> [Task objective] Every line in the data below that has the word "fewer" should be returned.

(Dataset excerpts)

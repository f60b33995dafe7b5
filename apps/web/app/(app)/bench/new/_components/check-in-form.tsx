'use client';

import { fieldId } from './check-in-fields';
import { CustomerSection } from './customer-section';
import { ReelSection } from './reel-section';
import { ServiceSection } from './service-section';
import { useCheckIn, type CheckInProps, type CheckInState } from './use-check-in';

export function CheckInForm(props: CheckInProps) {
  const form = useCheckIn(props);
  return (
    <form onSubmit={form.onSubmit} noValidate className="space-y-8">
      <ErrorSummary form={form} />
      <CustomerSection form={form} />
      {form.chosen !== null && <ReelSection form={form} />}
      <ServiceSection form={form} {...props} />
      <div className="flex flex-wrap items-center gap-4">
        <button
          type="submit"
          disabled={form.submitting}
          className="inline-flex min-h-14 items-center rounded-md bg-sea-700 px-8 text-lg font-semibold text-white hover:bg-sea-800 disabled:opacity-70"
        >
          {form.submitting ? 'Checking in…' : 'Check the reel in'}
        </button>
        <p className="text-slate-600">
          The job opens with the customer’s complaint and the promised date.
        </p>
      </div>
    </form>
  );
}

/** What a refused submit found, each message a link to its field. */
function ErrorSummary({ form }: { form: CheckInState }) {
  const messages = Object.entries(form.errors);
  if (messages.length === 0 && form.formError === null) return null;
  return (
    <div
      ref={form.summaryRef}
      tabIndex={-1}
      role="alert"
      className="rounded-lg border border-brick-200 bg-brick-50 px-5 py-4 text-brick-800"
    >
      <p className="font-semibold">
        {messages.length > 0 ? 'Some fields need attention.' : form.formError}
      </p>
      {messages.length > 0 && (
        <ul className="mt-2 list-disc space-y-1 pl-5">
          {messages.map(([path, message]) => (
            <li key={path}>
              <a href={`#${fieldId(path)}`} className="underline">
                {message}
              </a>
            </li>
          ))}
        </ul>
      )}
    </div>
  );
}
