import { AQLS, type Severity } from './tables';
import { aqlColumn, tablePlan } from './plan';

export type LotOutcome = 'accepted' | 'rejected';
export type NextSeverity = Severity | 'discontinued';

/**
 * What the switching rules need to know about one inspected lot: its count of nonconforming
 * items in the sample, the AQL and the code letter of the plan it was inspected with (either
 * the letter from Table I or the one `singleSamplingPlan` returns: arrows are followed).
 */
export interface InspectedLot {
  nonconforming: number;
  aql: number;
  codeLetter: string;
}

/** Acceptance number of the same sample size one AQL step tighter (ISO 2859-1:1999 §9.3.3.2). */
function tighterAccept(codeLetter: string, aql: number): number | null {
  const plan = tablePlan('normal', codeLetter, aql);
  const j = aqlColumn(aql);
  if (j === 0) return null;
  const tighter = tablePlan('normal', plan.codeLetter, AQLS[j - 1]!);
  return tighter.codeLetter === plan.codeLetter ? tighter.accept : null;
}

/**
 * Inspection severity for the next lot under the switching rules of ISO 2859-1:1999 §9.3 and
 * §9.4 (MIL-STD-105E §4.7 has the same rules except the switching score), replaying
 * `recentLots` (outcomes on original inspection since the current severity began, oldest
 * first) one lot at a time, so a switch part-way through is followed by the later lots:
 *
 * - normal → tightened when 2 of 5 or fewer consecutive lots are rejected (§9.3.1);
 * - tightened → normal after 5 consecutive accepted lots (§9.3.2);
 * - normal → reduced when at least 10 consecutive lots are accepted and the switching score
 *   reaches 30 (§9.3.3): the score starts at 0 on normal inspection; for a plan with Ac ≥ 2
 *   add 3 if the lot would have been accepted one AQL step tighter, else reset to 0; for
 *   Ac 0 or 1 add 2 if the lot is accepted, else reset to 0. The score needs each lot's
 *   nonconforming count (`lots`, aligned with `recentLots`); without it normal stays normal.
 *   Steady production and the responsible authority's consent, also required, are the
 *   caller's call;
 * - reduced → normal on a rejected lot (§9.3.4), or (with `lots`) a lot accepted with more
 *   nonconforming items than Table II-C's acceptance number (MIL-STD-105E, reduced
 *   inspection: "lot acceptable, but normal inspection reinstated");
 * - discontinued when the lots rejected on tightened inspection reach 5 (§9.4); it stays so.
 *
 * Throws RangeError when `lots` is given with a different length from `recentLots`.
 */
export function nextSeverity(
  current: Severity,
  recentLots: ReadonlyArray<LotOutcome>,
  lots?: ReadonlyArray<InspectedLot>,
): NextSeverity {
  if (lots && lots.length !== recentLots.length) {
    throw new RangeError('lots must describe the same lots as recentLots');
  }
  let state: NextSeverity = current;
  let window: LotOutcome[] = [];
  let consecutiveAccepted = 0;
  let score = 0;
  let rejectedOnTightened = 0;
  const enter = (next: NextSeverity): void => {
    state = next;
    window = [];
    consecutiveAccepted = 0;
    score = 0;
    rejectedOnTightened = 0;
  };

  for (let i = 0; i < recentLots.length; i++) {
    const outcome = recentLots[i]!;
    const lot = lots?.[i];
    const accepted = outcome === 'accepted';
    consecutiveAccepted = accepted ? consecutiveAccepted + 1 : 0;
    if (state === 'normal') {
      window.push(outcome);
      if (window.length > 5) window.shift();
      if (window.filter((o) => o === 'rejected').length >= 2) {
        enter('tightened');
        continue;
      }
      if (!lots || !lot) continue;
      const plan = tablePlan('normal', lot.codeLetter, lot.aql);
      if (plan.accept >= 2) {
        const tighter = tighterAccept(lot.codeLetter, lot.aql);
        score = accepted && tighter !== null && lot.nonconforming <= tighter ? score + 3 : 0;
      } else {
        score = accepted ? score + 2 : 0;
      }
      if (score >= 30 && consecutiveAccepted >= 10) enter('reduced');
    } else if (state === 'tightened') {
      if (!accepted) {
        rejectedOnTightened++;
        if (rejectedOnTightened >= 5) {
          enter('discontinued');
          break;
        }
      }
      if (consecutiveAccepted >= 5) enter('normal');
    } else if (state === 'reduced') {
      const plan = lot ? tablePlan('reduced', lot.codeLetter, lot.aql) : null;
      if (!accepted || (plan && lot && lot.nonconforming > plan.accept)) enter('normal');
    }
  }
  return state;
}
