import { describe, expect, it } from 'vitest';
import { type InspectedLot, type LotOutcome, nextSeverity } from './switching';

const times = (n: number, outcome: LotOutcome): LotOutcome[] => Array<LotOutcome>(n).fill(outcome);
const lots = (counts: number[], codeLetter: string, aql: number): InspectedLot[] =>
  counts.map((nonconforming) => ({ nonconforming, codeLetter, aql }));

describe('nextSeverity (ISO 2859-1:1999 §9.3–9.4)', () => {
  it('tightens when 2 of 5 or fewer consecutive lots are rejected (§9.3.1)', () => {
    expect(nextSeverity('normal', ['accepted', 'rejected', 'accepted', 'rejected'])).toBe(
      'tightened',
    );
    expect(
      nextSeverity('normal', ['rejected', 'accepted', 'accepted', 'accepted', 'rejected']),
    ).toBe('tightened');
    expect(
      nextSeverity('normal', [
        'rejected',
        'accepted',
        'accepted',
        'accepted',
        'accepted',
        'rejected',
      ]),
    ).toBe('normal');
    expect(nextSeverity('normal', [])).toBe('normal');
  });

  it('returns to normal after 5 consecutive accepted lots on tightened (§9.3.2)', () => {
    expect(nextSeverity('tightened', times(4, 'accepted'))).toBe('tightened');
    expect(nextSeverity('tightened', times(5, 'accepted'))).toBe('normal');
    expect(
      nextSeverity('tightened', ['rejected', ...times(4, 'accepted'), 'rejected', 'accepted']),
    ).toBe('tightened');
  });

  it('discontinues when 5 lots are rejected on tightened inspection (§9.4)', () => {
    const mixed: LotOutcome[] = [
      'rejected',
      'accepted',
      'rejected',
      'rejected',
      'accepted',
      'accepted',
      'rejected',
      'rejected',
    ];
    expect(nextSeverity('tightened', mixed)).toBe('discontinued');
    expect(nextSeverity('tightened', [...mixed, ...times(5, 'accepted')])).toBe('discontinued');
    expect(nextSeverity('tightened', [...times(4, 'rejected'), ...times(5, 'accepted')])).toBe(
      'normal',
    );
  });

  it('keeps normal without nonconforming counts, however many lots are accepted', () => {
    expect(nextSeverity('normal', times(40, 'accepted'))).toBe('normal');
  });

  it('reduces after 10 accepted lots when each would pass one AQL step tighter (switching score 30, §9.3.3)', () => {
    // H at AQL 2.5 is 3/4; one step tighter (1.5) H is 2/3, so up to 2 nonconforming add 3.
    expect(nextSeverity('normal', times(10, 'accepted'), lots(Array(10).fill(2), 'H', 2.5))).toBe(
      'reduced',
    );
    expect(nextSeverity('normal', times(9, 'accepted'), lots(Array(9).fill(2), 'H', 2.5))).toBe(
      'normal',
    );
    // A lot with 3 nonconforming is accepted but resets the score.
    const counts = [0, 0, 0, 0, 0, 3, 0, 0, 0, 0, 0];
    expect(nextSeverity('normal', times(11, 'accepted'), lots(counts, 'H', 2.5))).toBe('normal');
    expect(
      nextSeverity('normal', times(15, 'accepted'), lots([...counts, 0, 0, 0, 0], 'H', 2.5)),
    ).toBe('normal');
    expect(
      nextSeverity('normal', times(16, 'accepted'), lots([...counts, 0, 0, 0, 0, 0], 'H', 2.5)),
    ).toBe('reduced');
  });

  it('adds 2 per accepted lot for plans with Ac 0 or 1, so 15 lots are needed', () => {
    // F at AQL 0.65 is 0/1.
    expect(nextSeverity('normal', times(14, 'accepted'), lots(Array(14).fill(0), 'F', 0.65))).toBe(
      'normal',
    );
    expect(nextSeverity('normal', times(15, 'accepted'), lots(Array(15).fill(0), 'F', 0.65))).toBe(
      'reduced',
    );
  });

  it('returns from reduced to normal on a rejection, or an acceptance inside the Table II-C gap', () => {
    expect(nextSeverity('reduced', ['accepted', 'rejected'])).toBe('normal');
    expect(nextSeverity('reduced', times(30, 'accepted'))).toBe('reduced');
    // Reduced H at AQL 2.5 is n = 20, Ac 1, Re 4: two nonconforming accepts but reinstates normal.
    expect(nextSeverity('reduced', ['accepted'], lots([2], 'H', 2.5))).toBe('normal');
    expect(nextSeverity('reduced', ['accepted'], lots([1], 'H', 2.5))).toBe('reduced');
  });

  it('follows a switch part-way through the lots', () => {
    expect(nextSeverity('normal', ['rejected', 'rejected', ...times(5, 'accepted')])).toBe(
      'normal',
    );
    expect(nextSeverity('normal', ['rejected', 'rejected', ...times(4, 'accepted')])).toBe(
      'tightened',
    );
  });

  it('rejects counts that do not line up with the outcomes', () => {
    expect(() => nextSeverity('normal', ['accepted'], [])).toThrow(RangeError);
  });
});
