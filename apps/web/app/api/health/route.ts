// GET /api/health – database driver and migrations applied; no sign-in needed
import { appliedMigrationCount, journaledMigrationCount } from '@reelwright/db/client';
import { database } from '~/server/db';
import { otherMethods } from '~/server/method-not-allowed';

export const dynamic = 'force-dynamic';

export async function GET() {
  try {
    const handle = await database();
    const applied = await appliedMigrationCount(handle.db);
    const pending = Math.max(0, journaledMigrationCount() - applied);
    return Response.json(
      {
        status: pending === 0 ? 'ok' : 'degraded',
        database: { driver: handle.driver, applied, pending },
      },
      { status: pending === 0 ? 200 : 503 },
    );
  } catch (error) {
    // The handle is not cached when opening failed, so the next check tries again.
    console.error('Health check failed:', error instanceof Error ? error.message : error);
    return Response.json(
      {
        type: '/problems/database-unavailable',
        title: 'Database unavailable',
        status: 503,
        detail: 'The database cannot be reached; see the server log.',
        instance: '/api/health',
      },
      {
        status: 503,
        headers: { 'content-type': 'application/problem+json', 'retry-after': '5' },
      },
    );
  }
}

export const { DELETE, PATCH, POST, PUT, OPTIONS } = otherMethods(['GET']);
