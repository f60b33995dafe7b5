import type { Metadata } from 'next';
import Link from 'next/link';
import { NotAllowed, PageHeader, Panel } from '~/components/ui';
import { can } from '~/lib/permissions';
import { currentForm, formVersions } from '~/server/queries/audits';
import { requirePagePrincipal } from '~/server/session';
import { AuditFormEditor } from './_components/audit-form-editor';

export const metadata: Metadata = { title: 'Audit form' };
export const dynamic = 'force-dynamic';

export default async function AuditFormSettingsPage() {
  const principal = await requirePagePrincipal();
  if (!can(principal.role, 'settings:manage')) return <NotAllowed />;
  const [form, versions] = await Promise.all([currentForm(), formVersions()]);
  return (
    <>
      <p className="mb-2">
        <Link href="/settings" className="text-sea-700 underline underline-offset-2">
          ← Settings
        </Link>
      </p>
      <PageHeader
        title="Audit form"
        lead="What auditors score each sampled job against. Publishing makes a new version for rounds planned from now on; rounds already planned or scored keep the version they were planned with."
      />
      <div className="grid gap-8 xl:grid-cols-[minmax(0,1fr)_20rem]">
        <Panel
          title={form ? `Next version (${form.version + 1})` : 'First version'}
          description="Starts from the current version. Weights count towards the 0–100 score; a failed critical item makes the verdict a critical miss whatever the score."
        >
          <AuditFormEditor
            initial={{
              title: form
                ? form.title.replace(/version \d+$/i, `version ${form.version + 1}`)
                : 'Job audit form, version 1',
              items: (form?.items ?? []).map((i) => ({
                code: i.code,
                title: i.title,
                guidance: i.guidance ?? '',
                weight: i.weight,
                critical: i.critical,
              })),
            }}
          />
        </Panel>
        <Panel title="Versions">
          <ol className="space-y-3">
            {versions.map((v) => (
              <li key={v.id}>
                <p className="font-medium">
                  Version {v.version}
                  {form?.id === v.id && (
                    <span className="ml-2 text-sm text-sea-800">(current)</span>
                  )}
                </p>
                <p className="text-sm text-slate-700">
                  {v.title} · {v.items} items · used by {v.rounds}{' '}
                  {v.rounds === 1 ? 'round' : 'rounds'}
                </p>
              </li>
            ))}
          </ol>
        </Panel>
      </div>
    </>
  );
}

> [Exercise response]
 * - normal → tightened when 2 of 5 or fewer consecutive lots are rejected (§9.3.1);
  it('tightens when 2 of 5 or fewer consecutive lots are rejected (§9.3.1)', () => {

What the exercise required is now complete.